### Exercise aim
Exact repetition, please: start with the line where "let edges = out.edges_m(&site.pool);" appears and stop after the final line of the records.

BEGIN Data supplied

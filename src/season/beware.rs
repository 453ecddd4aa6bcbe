//! What to beware of in a season: deep water newly drawn, a pool or a stage that falls fast, turnover.
//!
//! Methods: `docs/methods.md`, section 8.

use chrono::NaiveDate;

use crate::mix::LOW_OXYGEN_SHARE;
use crate::profile::LAYERED_C;
use crate::site::Site;
use crate::units::say;

use super::gates::mornings_m;
use super::layers::Layers;
use super::outcome::{StageFall, Stopping};
use super::run::{Run, SeasonDay};

/// Hours over which a change of the release is made where the site does not say (choice, as its limits take it).
const CHANGE_HOURS: f64 = 1.0;
/// Fall of a day beyond its limit that is not told, m (choice): what evaporates on one day is made good on the next,
/// so that a plan at its limit falls by some millimetres more or less.
const FALL_SLACK_M: f64 = 0.01;

/// Everything to beware of, by kind.
pub(super) fn warnings(site: &Site, run: &Run) -> Vec<Stopping> {
    [deep_water(run), drawdown(site, run)].into_iter().flatten().collect()
}

/// Water with hardly any oxygen that comes into the release, where there was none or less of it at the season's start.
fn deep_water(run: &Run) -> Option<Stopping> {
    let began = run.days.first()?.release.oxygen_low_share;
    let most = if began > LOW_OXYGEN_SHARE { began + LOW_OXYGEN_SHARE } else { LOW_OXYGEN_SHARE };
    let first = run.days.iter().find(|day| day.release.oxygen_low_share > most)?;
    let words = format!(
        "{:.0} % of the release comes from water with less than 1 mg/L of oxygen, on the first day of the season it \
         was {:.0} %: hydrogen sulphide, iron and manganese can come with it and take up oxygen below the dam; they \
         are not computed",
        100.0 * first.release.oxygen_low_share,
        100.0 * began
    );
    Some(Stopping { date: first.date, kind: "deep-water", words })
}

/// The first day on which the pool falls faster than the site allows, how many there are, and the fastest.
fn drawdown(site: &Site, run: &Run) -> Option<Stopping> {
    let most_m = site.limits.drawdown_m_per_day?;
    let too_fast: Vec<(NaiveDate, f64)> =
        falls(site, run).filter(|(_, fall_m)| *fall_m > most_m + FALL_SLACK_M).collect();
    let (date, _) = *too_fast.first()?;
    let fastest_m = too_fast.iter().fold(0.0, |fastest: f64, (_, fall_m)| fastest.max(*fall_m));
    let days = match too_fast.len() {
        1 => "on this day".to_owned(),
        days => format!("first on this day, on {days} days in all"),
    };
    let words = format!(
        "the pool falls by more than the {} that limits.max_drawdown_per_day allows {days}, by up to {}",
        say::m(most_m, 2),
        say::m(fastest_m, 2)
    );
    Some(Stopping { date, kind: "max_drawdown_per_day", words })
}

/// How far the pool falls on each day, m.
fn falls<'a>(site: &'a Site, run: &'a Run) -> impl Iterator<Item = (NaiveDate, f64)> + 'a {
    run.days.iter().zip(mornings_m(site, run)).map(|(day, before)| (day.date, before - day.pool_m))
}

/// The fastest fall of the pool in a day, m, and when; `None` where it never falls.
pub(super) fn fastest_fall(site: &Site, run: &Run) -> Option<(f64, NaiveDate)> {
    let fastest = falls(site, run).max_by(|a, b| a.1.total_cmp(&b.1).then(b.0.cmp(&a.0)))?;
    (fastest.1 > 0.0).then_some((fastest.1, fastest.0))
}

/// The fastest fall of the stage at each point with a rating: the change from one day to the next, made in the hours
/// of a change at the dam. The river spreads it out, so that it falls no faster than this.
pub(super) fn stage_falls(site: &Site, days: &[SeasonDay]) -> Vec<StageFall> {
    let points = site.river.as_ref().map_or(&[][..], |r| &r.points);
    let hours = site.limits.change_hours.unwrap_or(CHANGE_HOURS);
    let of = |(point, told): (usize, &crate::site::Point)| {
        let stage = |day: &SeasonDay| told.stage_m(day.points.as_ref()?.get(point)?.flow_m3s);
        let fall = |pair: &[SeasonDay]| match pair {
            [a, b] => Some((b.date, (stage(a)? - stage(b)?) / hours)),
            _ => None,
        };
        let (date, m_per_hour) =
            days.windows(2).filter_map(fall).max_by(|a, b| a.1.total_cmp(&b.1).then(b.0.cmp(&a.0)))?;
        (m_per_hour > 0.0).then_some(StageFall { point, m_per_hour, date })
    };
    points.iter().enumerate().filter_map(of).collect()
}

/// The day on which the pool turns over: the first after a layered one that mixes it from surface to bed, or at whose
/// end both differ by no more than makes layers.
pub(super) fn turnover(run: &Run) -> Option<NaiveDate> {
    let mut layered = is_layered(&run.start);
    for day in &run.days {
        if layered && (day.overturned || !is_layered(&day.layers)) {
            return Some(day.date);
        }
        layered |= is_layered(&day.layers);
    }
    None
}

fn is_layered(layers: &Layers) -> bool {
    let ends = layers.layers.first().zip(layers.layers.last());
    ends.is_some_and(|(bed, surface)| (surface.temperature_c - bed.temperature_c).abs() >= LAYERED_C)
}
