//! The cold water of a season by date: all of it, what the outlets usable on that date can draw, the reserves; and a pool
//! with more or less of it.
//!
//! Methods: `docs/methods.md`, section 8.

use chrono::Datelike;

use crate::mix;
use crate::site::{Reserve, Site};
use crate::target::YearDay;

use super::gates::usable;
use super::layers::{Layer, Layers};
use super::outcome::{ColdDay, ColdWater, Exhausted, Left};
use super::reshape::cut;
use super::run::SeasonDay;
use super::tally::TargetTally;

/// Lowest elevation that the deepest outlet usable on each day draws from at the release of that day, m; `None` where
/// none is usable. A day without a release is taken at that of the day before: its water can still be drawn.
pub(super) fn reaches_m(site: &Site, days: &[SeasonDay]) -> Vec<Option<f64>> {
    let first = days.iter().find_map(|day| day.release).map_or(0.0, |release| release.flow_m3s);
    let reach = |flow_m3s: &mut f64, day: &SeasonDay| {
        *flow_m3s = day.release.map_or(*flow_m3s, |release| release.flow_m3s);
        Some(reach_m(site, day, *flow_m3s))
    };
    days.iter().scan(first, reach).collect()
}

fn reach_m(site: &Site, day: &SeasonDay, flow_m3s: f64) -> Option<f64> {
    let column = day.layers.column(site)?;
    let states = mix::outlet_states(site, day.pool_m);
    let deepest = states.iter().rev().find(|s| usable(site, s.outlet, day.pool_m, day.date).is_ok())?;
    mix::reach_m(site, &column, deepest.outlet, flow_m3s)
}

/// Cold water below a threshold (C) at the end of each day, where each day's outlets reach down to an elevation.
pub(super) fn by_day(
    site: &Site,
    days: &[SeasonDay],
    reaches_m: &[Option<f64>],
    threshold_c: f64,
) -> ColdWater {
    let one = |(day, reach): (&SeasonDay, &Option<f64>)| {
        let above = |from: f64| day.layers.colder_m3(&site.pool, threshold_c, from, day.pool_m);
        ColdDay { date: day.date, total_m3: above(site.pool.bed_m), usable_m3: reach.map(above) }
    };
    ColdWater { threshold_c, days: days.iter().zip(reaches_m).map(one).collect() }
}

/// What was left below a threshold on the first of every month, with the days outside hard targets that came after.
pub(super) fn left(site: &Site, cold: Option<&ColdWater>, targets: &[TargetTally]) -> Vec<Left> {
    let hard = || targets.iter().filter(|t| site.targets.get(t.target).is_some_and(|rule| !rule.soft));
    let of = |day: &ColdDay| Left {
        date: day.date,
        usable_m3: day.usable_m3,
        days_outside: hard().map(|t| t.days_outside_after(day.date)).sum(),
    };
    let first_of_month = |day: &&ColdDay| day.date.day() == 1;
    cold.into_iter().flat_map(|cold| cold.days.iter().filter(first_of_month).map(of)).collect()
}

/// First day on which usable water colder than a reserve asks is less than it keeps, from its day of the year to the end
/// of the season. Where no outlet is usable nothing of it is left to draw.
pub(super) fn under(reserve: &Reserve, cold: &ColdWater) -> Exhausted {
    let Some(last) = cold.days.last() else {
        return Exhausted::Unknown("the season has no day".to_owned());
    };
    let holds = |day: &&ColdDay| YearDay { month: day.date.month(), day: day.date.day() } >= reserve.from;
    let mut kept = cold.days.iter().skip_while(|day| !holds(day)).peekable();
    if kept.peek().is_none() {
        return Exhausted::Unknown(format!(
            "the reserve begins on {:02}-{:02}, after the season",
            reserve.from.month, reserve.from.day
        ));
    }
    kept.find(|day| day.usable_m3.unwrap_or(0.0) < reserve.volume_m3)
        .map_or(Exhausted::NotBy(last.date), |day| Exhausted::On(day.date))
}

impl Layers {
    /// Water colder than a threshold (C), and the rest, m3.
    pub(super) fn parted_m3(&self, threshold_c: f64) -> [f64; 2] {
        let of = |colder: bool| {
            let those = self.layers.iter().filter(|l| (l.temperature_c < threshold_c) == colder);
            those.map(|l| l.volume_m3).sum()
        };
        [of(true), of(false)]
    }

    /// The same pool with so much of its water (m3) colder than a threshold (C): every colder layer is given one factor,
    /// every other the one that keeps the volume of all; what grows too thick is cut. `None` where no water is colder, or
    /// all of it is.
    ///
    /// # Units
    /// m3, C.
    ///
    /// # References
    /// The heave of section 9 by volume instead of height, its knee at the threshold: ours (choice).
    #[must_use]
    pub fn with_cold(&self, site: &Site, threshold_c: f64, cold_m3: f64) -> Option<Self> {
        let [colder, warmer] = self.parted_m3(threshold_c);
        if colder <= 0.0 || warmer <= 0.0 {
            return None;
        }
        let cold_m3 = cold_m3.clamp(0.0, colder + warmer);
        let factor = |layer: &Layer| {
            if layer.temperature_c < threshold_c {
                cold_m3 / colder
            } else {
                (colder - cold_m3 + warmer) / warmer
            }
        };
        let mut out = self.clone();
        out.layers.iter_mut().for_each(|layer| layer.volume_m3 *= factor(layer));
        out.layers.retain(|layer| layer.volume_m3 > 0.0);
        let edges = out.edges_m(&site.pool);
        cut(&mut out, site, edges);
        Some(out)
    }
}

END Data supplied

### Task response
        let edges = out.edges_m(&site.pool);
        cut(&mut out, site, edges);
        Some(out)
    }
}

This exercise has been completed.